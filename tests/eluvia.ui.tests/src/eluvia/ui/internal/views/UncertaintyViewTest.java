package eluvia.ui.internal.views;

import static org.junit.jupiter.api.Assertions.assertEquals;
import static org.junit.jupiter.api.Assertions.assertFalse;
import static org.junit.jupiter.api.Assertions.assertNotNull;
import static org.junit.jupiter.api.Assertions.assertNull;
import static org.junit.jupiter.api.Assertions.assertTrue;

import java.nio.file.Path;
import java.util.List;

import org.eclipse.core.runtime.jobs.Job;
import org.eclipse.emf.edit.command.RemoveCommand;
import org.eclipse.emf.edit.command.SetCommand;
import org.eclipse.swt.SWT;
import org.eclipse.swt.custom.SashForm;
import org.junit.jupiter.api.Test;
import org.junit.jupiter.api.io.TempDir;

import eluvia.design.DesignPipeline;
import eluvia.design.UncertaintyAnalysis;
import eluvia.design.UncertaintyResults;
import eluvia.design.uncertainty.OutputStatistics;
import eluvia.site.model.InputDistributionKind;
import eluvia.site.model.PriceItem;
import eluvia.site.model.SitePackage;
import eluvia.site.model.UncertainInput;
import eluvia.site.model.UncertaintySettings;
import eluvia.site.model.UnitSystem;
import eluvia.ui.internal.ProjectFixture;
import eluvia.ui.internal.uncertainty.UncertaintySetup;

/** The Uncertainty view runs the engine over the pipeline as a job, shows histogram and tornado, and cancels. */
final class UncertaintyViewTest {

    private static final SitePackage P = SitePackage.eINSTANCE;

    @TempDir
    Path dir;

    private static UncertaintyView view(ProjectFixture f) {
        SashForm host = new SashForm(f.gui.shell, SWT.VERTICAL);
        UncertaintyView view = new UncertaintyView(host, f.documents);
        f.gui.shell.layout(true, true);
        f.gui.flush();
        return view;
    }

    private static void runs(ProjectFixture f, int runs) {
        f.document.execute(SetCommand.create(f.document.domain(), f.document.project().getUncertainty(),
                P.getUncertaintySettings_RunCount(), runs));
    }

    @Test
    void anInputTheFlushingDoesNotDependOnLeavesItsResultsAtThePipelinesValue() throws Exception {
        try (ProjectFixture f = ProjectFixture.example(dir, UnitSystem.SI)) {
            f.awaitResults();
            UncertaintySettings s = f.document.project().getUncertainty();
            assertNotNull(s, "the example has an uncertainty analysis");
            // keep only the input on a unit rate: flushing pore volumes, days and water do not depend on it
            List<UncertainInput> others = s.getInputs().stream().filter(i -> !(i.getTarget() instanceof PriceItem)).toList();
            f.document.execute(RemoveCommand.create(f.document.domain(), s, P.getUncertaintySettings_RankCorrelations(),
                    List.copyOf(s.getRankCorrelations())));
            f.document.execute(RemoveCommand.create(f.document.domain(), s, P.getUncertaintySettings_Inputs(), others));
            assertEquals(1, s.getInputs().size());
            runs(f, 2);
            UncertaintyView view = view(f);
            view.runSimulation();
            f.gui.waitUntil("the simulation", () -> view.result() != null || view.failure() != null);
            assertNull(view.failure());
            UncertaintyResults r = view.result();
            assertFalse(r.cancelled());
            assertEquals(2, r.completedRunCount(), view.statusText());
            var copy = f.document.snapshot();
            double pv = DesignPipeline.run(copy).flushing().get(0).poreVolumes();
            var headline = r.headline(copy.getFlushingDesigns().get(0).getName(), UncertaintyAnalysis.PORE_VOLUMES);
            // the pipeline's figure, run here independently, with no spread
            assertEquals(pv, headline.baseValue(), 1e-9 * pv);
            assertEquals(pv, headline.statistics().mean(), 1e-9 * pv);
            assertEquals(0, headline.statistics().standardDeviation(), 1e-9 * pv);
        }
    }

    @Test
    void aSimulationShowsItsHistogramAndTornadoAndCanBeCancelled() throws Exception {
        try (ProjectFixture f = ProjectFixture.example(dir, UnitSystem.SI)) {
            f.awaitResults();
            // more runs than inputs plus one: Iman-Conover needs them for the example's rank correlation
            runs(f, 8);
            UncertaintyView view = view(f);
            view.runSimulation();
            f.gui.waitUntil("the simulation", () -> view.result() != null || view.failure() != null);
            assertNull(view.failure());
            UncertaintyResults done = view.result();
            assertEquals(8, done.simulation().evaluatedRunCount(), view.statusText());
            f.gui.flush();
            assertNotNull(view.histogramCanvas().chart(), view.statusText());
            assertNotNull(view.tornadoCanvas().chart(), view.statusText());
            String design = f.document.project().getFlushingDesigns().get(0).getName();
            OutputStatistics st = done.headline(design, UncertaintyAnalysis.PORE_VOLUMES).statistics();
            // percentiles of any sample are ordered (Hyndman-Fan definition 7)
            assertTrue(st.p10() <= st.p50() && st.p50() <= st.p90(), st.toString());
            f.gui.shell.setSize(1280, 860);
            f.gui.flush();
            f.gui.screenshot("uncertainty-view");

            // A long run cancelled once it has started: the engine returns a partial result marked cancelled.
            runs(f, 100_000);
            view.runSimulation();
            f.gui.waitUntil("the job to start", () -> view.job() != null && view.job().getState() == Job.RUNNING);
            view.cancelSimulation();
            f.gui.waitUntil("the cancelled result", () -> view.result() != null || view.failure() != null);
            assertNull(view.failure());
            UncertaintyResults cancelled = view.result();
            assertTrue(cancelled.cancelled());
            assertTrue(cancelled.simulation().evaluatedRunCount() < 100_000, "stopped early");
            assertTrue(view.statusText().startsWith("Cancelled"), view.statusText());
        }
    }

    @Test
    void suggestedInputsCentreOnTheProjectsValuesAndAProjectWithoutInputsIsRefused() throws Exception {
        try (ProjectFixture f = ProjectFixture.example(dir, UnitSystem.SI)) {
            f.document.execute(SetCommand.create(f.document.domain(), f.document.project(), P.getProject_Uncertainty(), null));
            assertNull(f.document.project().getUncertainty());
            UncertaintyView view = view(f);
            view.runSimulation();
            assertNull(view.job(), "nothing to run without uncertain inputs");
            view.addSuggestions();
            UncertaintySettings s = f.document.project().getUncertainty();
            assertFalse(s.getInputs().isEmpty());
            double flux = f.document.project().getFlushingDesigns().get(0).getDarcyFluxMetresPerDay();
            UncertainInput first = s.getInputs().get(0);
            assertEquals(InputDistributionKind.TRIANGULAR, first.getDistribution());
            assertEquals(flux, first.getModeInFeatureUnit(), 0.0);
            assertEquals(flux * (1 - UncertaintySetup.FLUX_SPREAD_PERCENT / 100), first.getMinimumInFeatureUnit(), 1e-15);
            assertEquals("m/d", UncertaintySetup.unitOf(first.getFeatureName()));
            f.document.undo();
            assertNull(f.document.project().getUncertainty(), "one undo takes the suggestions back");
        }
    }
}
——
:: Directions ::
Within the listing above, how many lines contain "UncertainInput"? Please respond with the number and nothing else.

:: Result ::
3